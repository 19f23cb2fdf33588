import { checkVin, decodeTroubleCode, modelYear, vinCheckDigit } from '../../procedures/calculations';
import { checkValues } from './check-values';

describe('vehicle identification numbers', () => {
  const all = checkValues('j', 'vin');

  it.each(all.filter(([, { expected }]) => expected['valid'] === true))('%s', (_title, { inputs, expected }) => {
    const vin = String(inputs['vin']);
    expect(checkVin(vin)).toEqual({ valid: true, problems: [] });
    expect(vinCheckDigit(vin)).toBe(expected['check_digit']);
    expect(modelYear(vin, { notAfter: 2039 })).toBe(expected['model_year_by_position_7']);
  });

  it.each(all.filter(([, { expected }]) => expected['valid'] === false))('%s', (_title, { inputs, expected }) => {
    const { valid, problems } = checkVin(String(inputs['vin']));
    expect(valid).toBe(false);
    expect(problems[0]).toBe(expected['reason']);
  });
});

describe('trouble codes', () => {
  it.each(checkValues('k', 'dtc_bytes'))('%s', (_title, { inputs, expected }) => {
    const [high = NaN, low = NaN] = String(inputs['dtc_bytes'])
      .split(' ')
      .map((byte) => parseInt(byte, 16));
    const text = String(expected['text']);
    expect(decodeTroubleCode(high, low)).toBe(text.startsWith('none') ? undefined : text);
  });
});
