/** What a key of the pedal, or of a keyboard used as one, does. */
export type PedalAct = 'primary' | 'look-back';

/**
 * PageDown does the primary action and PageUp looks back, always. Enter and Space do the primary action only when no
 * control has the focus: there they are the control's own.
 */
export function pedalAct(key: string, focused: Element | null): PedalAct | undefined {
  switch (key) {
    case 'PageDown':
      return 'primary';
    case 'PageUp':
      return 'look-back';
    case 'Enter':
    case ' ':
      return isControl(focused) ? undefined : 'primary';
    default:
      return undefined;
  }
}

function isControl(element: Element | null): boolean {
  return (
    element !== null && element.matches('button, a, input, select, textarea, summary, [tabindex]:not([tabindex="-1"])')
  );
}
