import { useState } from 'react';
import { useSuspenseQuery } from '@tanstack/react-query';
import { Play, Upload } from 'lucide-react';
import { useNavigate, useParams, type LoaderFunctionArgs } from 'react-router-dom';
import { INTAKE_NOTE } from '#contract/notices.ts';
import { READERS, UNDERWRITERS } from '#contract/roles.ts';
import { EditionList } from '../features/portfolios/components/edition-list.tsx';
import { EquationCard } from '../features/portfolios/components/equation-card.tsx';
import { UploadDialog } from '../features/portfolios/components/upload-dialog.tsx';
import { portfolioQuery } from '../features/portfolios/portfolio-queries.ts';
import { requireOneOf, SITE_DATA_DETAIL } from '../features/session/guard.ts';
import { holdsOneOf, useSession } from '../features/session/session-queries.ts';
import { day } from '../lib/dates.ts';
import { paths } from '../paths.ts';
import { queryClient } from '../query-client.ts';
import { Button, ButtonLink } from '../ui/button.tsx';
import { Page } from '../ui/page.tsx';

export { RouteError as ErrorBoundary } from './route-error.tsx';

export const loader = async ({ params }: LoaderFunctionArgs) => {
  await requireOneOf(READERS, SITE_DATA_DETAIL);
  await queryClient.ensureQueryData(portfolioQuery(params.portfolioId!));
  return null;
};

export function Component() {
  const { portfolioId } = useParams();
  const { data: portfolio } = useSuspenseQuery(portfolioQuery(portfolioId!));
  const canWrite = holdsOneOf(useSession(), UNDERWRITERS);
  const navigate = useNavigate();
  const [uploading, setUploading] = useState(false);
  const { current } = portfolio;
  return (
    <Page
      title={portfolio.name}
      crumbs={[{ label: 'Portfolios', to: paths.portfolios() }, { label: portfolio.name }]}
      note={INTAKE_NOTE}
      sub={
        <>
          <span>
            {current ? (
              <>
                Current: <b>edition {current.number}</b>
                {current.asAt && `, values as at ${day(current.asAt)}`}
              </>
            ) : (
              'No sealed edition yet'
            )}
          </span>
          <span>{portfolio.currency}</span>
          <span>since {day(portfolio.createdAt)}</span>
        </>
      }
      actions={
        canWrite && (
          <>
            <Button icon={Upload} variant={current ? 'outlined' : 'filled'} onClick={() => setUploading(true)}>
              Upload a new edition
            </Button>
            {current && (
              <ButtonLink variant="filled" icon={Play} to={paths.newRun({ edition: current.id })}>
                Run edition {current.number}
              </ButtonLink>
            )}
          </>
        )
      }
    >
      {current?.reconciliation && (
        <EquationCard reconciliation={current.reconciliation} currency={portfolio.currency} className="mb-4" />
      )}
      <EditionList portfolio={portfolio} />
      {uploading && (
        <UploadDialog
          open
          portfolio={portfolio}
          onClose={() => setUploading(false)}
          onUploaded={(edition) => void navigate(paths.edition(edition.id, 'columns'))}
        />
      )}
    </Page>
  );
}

------------------------------------------------------------

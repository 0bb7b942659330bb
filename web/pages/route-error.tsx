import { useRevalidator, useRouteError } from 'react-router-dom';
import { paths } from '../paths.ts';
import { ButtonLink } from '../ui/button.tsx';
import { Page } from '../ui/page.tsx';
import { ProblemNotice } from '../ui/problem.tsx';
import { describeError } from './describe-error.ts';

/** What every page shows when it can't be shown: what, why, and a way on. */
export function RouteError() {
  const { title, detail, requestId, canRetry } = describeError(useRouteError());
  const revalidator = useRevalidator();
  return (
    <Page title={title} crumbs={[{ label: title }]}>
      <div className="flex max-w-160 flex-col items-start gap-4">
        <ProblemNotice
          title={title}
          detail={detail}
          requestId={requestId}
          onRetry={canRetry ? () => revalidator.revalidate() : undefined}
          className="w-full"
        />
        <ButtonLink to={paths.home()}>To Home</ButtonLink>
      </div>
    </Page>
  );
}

------------------------------------------------------------

Read through the entries and copy each line in which "type" appears.

export type PedalAct = 'primary' | 'look-back';
import { useNavigate, useParams, type LoaderFunctionArgs } from 'react-router-dom';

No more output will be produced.